**WHAT YOU ARE ASKED TO DO:**
Return the lines below that contain the word "many".

**RECORDS SUPPLIED:**
== == ==

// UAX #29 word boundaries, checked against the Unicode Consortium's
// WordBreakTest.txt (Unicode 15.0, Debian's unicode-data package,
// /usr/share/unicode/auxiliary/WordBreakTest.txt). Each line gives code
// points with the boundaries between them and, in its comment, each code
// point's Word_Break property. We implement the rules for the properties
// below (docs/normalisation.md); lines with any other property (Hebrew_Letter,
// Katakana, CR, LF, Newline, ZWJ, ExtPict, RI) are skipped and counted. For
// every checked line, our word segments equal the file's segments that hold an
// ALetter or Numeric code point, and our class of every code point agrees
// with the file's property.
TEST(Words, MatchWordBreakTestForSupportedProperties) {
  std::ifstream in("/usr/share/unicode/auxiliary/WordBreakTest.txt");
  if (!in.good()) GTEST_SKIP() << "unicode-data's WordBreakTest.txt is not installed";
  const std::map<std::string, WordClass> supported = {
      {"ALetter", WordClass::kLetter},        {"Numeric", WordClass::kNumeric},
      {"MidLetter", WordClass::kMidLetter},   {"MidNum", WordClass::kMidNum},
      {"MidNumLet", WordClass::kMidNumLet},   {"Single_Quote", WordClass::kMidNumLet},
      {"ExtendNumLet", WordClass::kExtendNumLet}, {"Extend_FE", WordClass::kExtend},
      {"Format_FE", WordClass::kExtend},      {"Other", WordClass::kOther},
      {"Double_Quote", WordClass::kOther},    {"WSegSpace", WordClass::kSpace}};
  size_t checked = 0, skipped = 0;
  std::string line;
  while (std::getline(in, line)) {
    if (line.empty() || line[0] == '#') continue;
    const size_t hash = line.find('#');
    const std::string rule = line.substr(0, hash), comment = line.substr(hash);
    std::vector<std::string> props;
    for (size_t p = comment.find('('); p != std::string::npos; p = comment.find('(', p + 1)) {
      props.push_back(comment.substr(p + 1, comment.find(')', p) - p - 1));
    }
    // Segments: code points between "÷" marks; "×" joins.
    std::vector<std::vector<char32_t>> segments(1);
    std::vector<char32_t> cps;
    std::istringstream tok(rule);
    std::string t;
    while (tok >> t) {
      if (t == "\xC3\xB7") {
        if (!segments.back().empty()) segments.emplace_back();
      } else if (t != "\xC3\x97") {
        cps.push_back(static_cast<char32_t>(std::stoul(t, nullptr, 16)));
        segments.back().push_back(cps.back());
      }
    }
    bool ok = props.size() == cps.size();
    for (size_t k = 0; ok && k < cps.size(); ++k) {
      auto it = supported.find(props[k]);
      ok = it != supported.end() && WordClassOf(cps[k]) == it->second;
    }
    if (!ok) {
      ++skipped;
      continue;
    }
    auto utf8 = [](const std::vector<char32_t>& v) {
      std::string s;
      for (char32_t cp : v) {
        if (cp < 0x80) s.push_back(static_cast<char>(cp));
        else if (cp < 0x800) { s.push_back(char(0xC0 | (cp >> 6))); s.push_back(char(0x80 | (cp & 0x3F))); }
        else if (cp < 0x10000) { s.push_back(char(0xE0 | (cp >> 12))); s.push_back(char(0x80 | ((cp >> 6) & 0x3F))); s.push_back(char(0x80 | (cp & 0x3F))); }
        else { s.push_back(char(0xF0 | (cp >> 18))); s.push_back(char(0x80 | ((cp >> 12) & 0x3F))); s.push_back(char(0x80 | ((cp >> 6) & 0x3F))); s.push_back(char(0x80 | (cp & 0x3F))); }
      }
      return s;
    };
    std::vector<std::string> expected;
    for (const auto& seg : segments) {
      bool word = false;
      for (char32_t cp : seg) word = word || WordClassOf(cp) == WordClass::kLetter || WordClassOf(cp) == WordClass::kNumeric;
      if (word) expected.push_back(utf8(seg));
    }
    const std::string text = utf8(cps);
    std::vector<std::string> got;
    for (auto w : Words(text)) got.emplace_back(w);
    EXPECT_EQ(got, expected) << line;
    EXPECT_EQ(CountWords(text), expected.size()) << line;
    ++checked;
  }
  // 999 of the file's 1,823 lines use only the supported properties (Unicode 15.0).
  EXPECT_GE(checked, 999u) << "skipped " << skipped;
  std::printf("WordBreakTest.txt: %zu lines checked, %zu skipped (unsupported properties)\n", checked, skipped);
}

== == ==

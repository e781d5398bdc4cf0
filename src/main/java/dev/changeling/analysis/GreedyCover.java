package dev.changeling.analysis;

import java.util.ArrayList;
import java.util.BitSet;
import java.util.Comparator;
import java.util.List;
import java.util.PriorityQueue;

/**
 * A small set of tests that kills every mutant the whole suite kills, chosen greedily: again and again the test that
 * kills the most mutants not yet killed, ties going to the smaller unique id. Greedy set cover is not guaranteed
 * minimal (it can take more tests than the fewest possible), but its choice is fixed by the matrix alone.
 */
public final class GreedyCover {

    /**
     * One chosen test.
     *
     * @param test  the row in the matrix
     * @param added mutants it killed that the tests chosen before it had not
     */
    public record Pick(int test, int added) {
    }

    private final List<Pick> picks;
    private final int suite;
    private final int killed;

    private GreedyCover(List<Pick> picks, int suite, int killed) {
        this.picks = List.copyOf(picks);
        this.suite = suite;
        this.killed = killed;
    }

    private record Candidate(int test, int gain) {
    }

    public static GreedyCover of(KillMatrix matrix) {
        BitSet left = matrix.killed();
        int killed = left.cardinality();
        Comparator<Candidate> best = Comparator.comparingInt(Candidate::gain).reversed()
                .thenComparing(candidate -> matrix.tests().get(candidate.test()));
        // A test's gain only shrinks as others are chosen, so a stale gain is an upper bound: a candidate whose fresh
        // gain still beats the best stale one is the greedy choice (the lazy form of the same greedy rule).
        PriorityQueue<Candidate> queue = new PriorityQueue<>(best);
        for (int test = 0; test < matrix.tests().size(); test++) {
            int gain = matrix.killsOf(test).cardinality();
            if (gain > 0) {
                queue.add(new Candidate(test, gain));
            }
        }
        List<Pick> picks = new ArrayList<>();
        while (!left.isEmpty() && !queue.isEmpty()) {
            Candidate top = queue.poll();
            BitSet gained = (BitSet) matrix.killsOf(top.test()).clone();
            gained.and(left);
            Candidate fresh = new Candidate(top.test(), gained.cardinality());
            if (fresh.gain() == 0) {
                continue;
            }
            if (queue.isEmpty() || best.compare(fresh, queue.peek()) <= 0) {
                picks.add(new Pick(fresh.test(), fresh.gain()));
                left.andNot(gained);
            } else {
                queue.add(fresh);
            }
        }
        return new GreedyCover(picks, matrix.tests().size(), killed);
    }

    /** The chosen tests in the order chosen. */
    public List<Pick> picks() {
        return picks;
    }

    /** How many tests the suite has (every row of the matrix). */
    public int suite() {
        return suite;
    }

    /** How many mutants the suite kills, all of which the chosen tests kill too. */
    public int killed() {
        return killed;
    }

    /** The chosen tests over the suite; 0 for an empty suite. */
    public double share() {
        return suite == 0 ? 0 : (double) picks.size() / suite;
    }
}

== == ==

**ANSWER TO THE PROBLEM:**
    /** How many tests the suite has (every row of the matrix). */
    /** How many mutants the suite kills, all of which the chosen tests kill too. */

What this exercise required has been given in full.